Crise hídrica ou escassez induzida?
O atual sistema de geração bem como de transmissão opera próximo ao seu limite. Sabe-se que o governo não apresentou nos últimos anos um plano bem articulado de ampliação desse sistema por meio de um conjunto de ações coordenadas e de investimento em ciência, tecnologia e inovação do setor.

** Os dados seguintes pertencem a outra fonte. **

impl Setup<'_> {
    fn shift(&self) -> i32 {
        self.form.velocity_power_shift()
    }

    /// The tail density without the weight, sum_L w_L I_b(nu)^2 D^shift, and
    /// D, at w = u / a^2 (nu = a / sqrt(u)).
    fn tail_density(&mut self, u: &Float, a: u32, prec: u32) -> Result<(Float, Float), BetheError> {
        let nu = Float::with_val(prec, a) / Float::with_val(prec, u.sqrt_ref());
        let n = self.state.n();
        let w = Float::with_val(prec, u / (a * a));
        let d = (Float::with_val(prec, Rational::from((1, n * n))) - &w) / 2u32;
        let mut dens = Float::with_val(prec, 0);
        for ((k, wl), hint) in self.kernels.iter().zip(&mut self.loss_hints) {
            let v = k.bound_continued_hinted(&nu, prec, hint)?;
            dens += Float::with_val(prec, v.value.square_ref()) * wl;
        }
        dens *= pow_float(&d, self.shift(), prec);
        Ok((dens, d))
    }

    /// The continuum integrand of every component per dphi at a node,
    /// sum_L w_L I_c^2 D^shift F_c(D) dE/dphi, with k = s tan(phi),
    /// s = 2^map_exp kappa: D = (k^2 + kappa^2)/2 and
    /// dE/dphi = s^2 sin(phi) / cos(phi)^3.
    fn cont_integrands(
        &mut self,
        sin: &Float,
        cos: &Float,
        prec: u32,
    ) -> Result<Vec<Float>, BetheError> {
        let kap = Float::with_val(prec, &self.state.kappa());
        let mut sc = kap.clone();
        sc <<= self.map_exp;
        let k = Float::with_val(prec, &sc * sin) / cos;
        let c2 = Float::with_val(prec, cos * cos);
        let kap2 = Float::with_val(prec, &kap * &kap);
        let k2 = Float::with_val(prec, &k * &k);
        let d = Float::with_val(prec, &kap2 + &k2) / 2u32;
        let sc2 = Float::with_val(prec, &sc * &sc);
        let de = Float::with_val(prec, &sc2 * sin) / &c2 / cos;
        let mut dens = Float::with_val(prec, 0);
        for ((kern, wl), hint) in self.kernels.iter().zip(&mut self.loss_hints) {
            let v = kern.continuum_k_hinted(&k, prec, hint)?;
            dens += Float::with_val(prec, v.value.square_ref()) * wl;
        }
        dens *= pow_float(&d, self.shift(), prec);
        Ok(weights(self.comps, &d, prec)
            .into_iter()
            .map(|w| Float::with_val(prec, &dens * &w) * &de)
            .collect())
    }

    fn run(&mut self, p: &RunParams, exact: &[ExactTerm]) -> Result<RunResult, BetheError> {
        let b = p.bits;
        let nc = self.comps.len();
        let zero = || vec![Float::with_val(b, 0); nc];
        // bound part
        let mut bound = zero();
        let mut abs_sum = vec![0.0f64; nc];
        for t in exact {
            let base = Float::with_val(b, &t.coef);
            add_weighted(
                &mut bound,
                &mut abs_sum,
                &base,
                weights_exact(self.comps, &t.d, b),
            );
        }
        let mut closed_terms = 0;
        if self.closed_form_bound {
            let comps = self.comps;
            let shift = self.shift();
            closed_terms = closed_form_bound_terms(
                &self.kernels,
                &mut self.loss_hints,
                &self.state,
                shift,
                p.n1,
                b,
                |v, d| add_weighted(&mut bound, &mut abs_sum, &v, weights(comps, d, b)),
            )?;
        }
        // tail and continuum at `light` bits fewer; their rounding counts
        // 2^light times as much in abs_sum, which then measures every
        // rounding on the scale of b bits
        let tb = b - p.light;
        let light_scale = f64::from(p.light as i32).exp2();
        // tail: the densities at the Chebyshev points serve every component
        let a = p.n1 + 1;
        let mut tails: Vec<Vec<Float>> = Vec::with_capacity(2);
        let mut tail_terms = 0;
        for kk in [p.cheb, p.cheb2] {
            let mut vals: Vec<Vec<Float>> = vec![Vec::with_capacity(kk); nc];
            for u in &tail::nodes(kk, tb) {
                let (dens, d) = self.tail_density(u, a, tb)?;
                for (c, w) in weights(self.comps, &d, tb).into_iter().enumerate() {
                    vals[c].push(Float::with_val(tb, &dens * &w));
                }
            }
            tail_terms += kk;
            let tw = tail::weights(kk, a, tb);
            tails.push(vals.iter().map(|v| tail::sum(&tw, v, tb)).collect());
        }
        let tail_est: Vec<f64> = (0..nc)
            .map(|c| {
                Float::with_val(53, &tails[1][c] - &tails[0][c])
                    .abs()
                    .to_f64()
            })
            .collect();
        let tail = tails.pop().expect("two tails");
        for (s, t) in abs_sum.iter_mut().zip(&tail) {
            *s += t.to_f64().abs() * light_scale;
        }
        // continuum
        // truncation: walk out in steps of 1/4 until every weighted
        // integrand is below its truncation threshold on each side (the
        // neglected remainder is of the size of the last term: the weights
        // fall doubly exponentially)
        let mut ends = [0.0f64; 2];
        for (side, sign) in [(0usize, -1.0f64), (1, 1.0)] {
            let mut t = 2.0f64;
            loop {
                let tau = Float::with_val(tb, t * sign);
                let nd = quadrature::node(&tau, tb);
                let fs = self.cont_integrands(&nd.sin, &nd.cos, tb)?;
                // the component furthest above its threshold: (ratio, |wf|, goal)
                let mut worst = (0.0f64, 0.0f64, 0.0f64);
                let mut below = true;
                for (f, c) in fs.iter().zip(self.comps) {
                    let wf = Float::with_val(53, f * &nd.weight).abs().to_f64();
                    let eps = c.goal * p.trunc;
                    below &= wf < eps;
                    if wf / eps > worst.0 {
                        worst = (wf / eps, wf * c.scale, c.goal * c.scale);
                    }
                }
                if below {
                    break;
                }
                t += 0.25;
                if t > 7.0 {
                    return Err(BetheError::NoConvergence {
                        method: METHOD,
                        n: self.state.n(),
                        l: self.state.l(),
                        achieved: worst.1,
                        goal: worst.2,
                    });
                }
            }
            ends[side] = t * sign;
        }
        let (tlo, thi) = (ends[0], ends[1]);
        let mut prev: Option<Vec<Float>> = None;
        let mut acc = vec![Float::with_val(tb, 0); nc]; // sum of w f over all nodes so far
        let mut abs_acc = vec![0.0f64; nc];
        let mut nodes = 0usize;
        let mut level = 0u32;
        let mut cont_est = vec![f64::INFINITY; nc];
        let cont = loop {
            for (i, den) in quadrature::level_taus(level, tlo, thi) {
                let tau = Float::with_val(tb, i) / den as u32;
                let nd = quadrature::node(&tau, tb);
                let fs = self.cont_integrands(&nd.sin, &nd.cos, tb)?;
                for ((f, s), m) in fs.into_iter().zip(&mut acc).zip(&mut abs_acc) {
                    let wf = f * &nd.weight;
                    *m = m.max(wf.to_f64().abs());
                    *s += wf;
                }
                nodes += 1;
            }
            let h = Float::with_val(tb, Float::i_exp(1, -(level as i32)));
            let cur: Vec<Float> = acc.iter().map(|s| Float::with_val(tb, s * &h)).collect();
            let mut done = false;
            if let Some(pv) = &prev {
                let mut all = level >= p.min_level;
                for ((e, (x, y)), c) in cont_est.iter_mut().zip(cur.iter().zip(pv)).zip(self.comps)
                {
                    *e = Float::with_val(53, x - y).abs().to_f64();
                    all &= *e < c.goal * 0.25;
                }
                done = all;
            }
            if done || level >= 9 {
                break cur;
            }
            prev = Some(cur);
            level += 1;
        };
        let mut values = Vec::with_capacity(nc);
        let mut est = Vec::with_capacity(nc);
        for c in 0..nc {
            abs_sum[c] += (abs_acc[c] * 4.0 + cont[c].to_f64().abs()) * light_scale;
            let mut v = Float::with_val(b, &bound[c] + &tail[c]);
            v += &cont[c];
            values.push(v);
            let rounding = abs_sum[c] * f64::from(b as i32 - 12).exp2().recip();
            // the truncated ends are bounded by eps each (doubly exponential decay)
            let eps = self.comps[c].goal * p.trunc;
            est.push(tail_est[c] + cont_est[c] + rounding + 2.0 * eps);
        }
        Ok(RunResult {
            values,
            bound,
            tail,
            cont,
            est,
            abs_sum,
            level,
            nodes,
            terms: exact.len() + closed_terms + tail_terms,
        })
    }
}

É sabido também, conforme dados do Anuário Estatístico de Energia Elétrica (Ano base 2020), que mais de 63% do sistema nacional guarda dependência direta às condições climáticas. Esse governo sequer elaborou um plano coordenado para prevenção contra irregularidades climáticas e/ou secas prolongadas que, embora ocorram em regiões específicas, interferem no Sistema Interligado Nacional. Além disso, o que o governo chama de crise hídrica (jogando “a culpa” nas condições climáticas) esconde, na verdade, uma crise planejada.
Há situações descabidas para um setor como o da eletricidade. Em 2020, por exemplo, autorizaram a abertura de comportas de Itaipu. O reservatório ficou com 80% de sua capacidade e registrou queda de quase 25% em sua geração. Isso beneficiou as usinas localizadas à montante, sendo a maioria operada por grupos privados. A aceleração na produção dessas usinas, obviamente, impactou negativamente a vazão dos reservatórios.
O resultado está aí: reservatórios com baixa vasão e sem condições de serem poupados no período que se avizinha. Nos últimos cinco anos tem chovido abaixo da média em bacias do Centro-Sul do país, região onde se situam importantes hidrelétricas. Ocorre que a manutenção do baixo volume de chuvas na região era previsto por serviços de meteorologia, como mostra matéria da Agência Infra.
Isso significa que faltou coordenação. Também é preciso considerar outros fatores, a exemplo da utilização de água por pivôs centrais que drenam milhares de metros cúbicos na montante das bacias, a derrubada da vegetação nativa em regiões do Cerrado e Amazônia, a diminuição da infiltração nos lençóis freáticos e as erosões que aumentam o volume de sedimento nos cursos d’água. Isso tudo também interfere na vazão dos reservatórios e mostra que a sua variação não pode ser relacionada apenas ao volume de chuvas, mas também ao uso predatório dos recursos naturais.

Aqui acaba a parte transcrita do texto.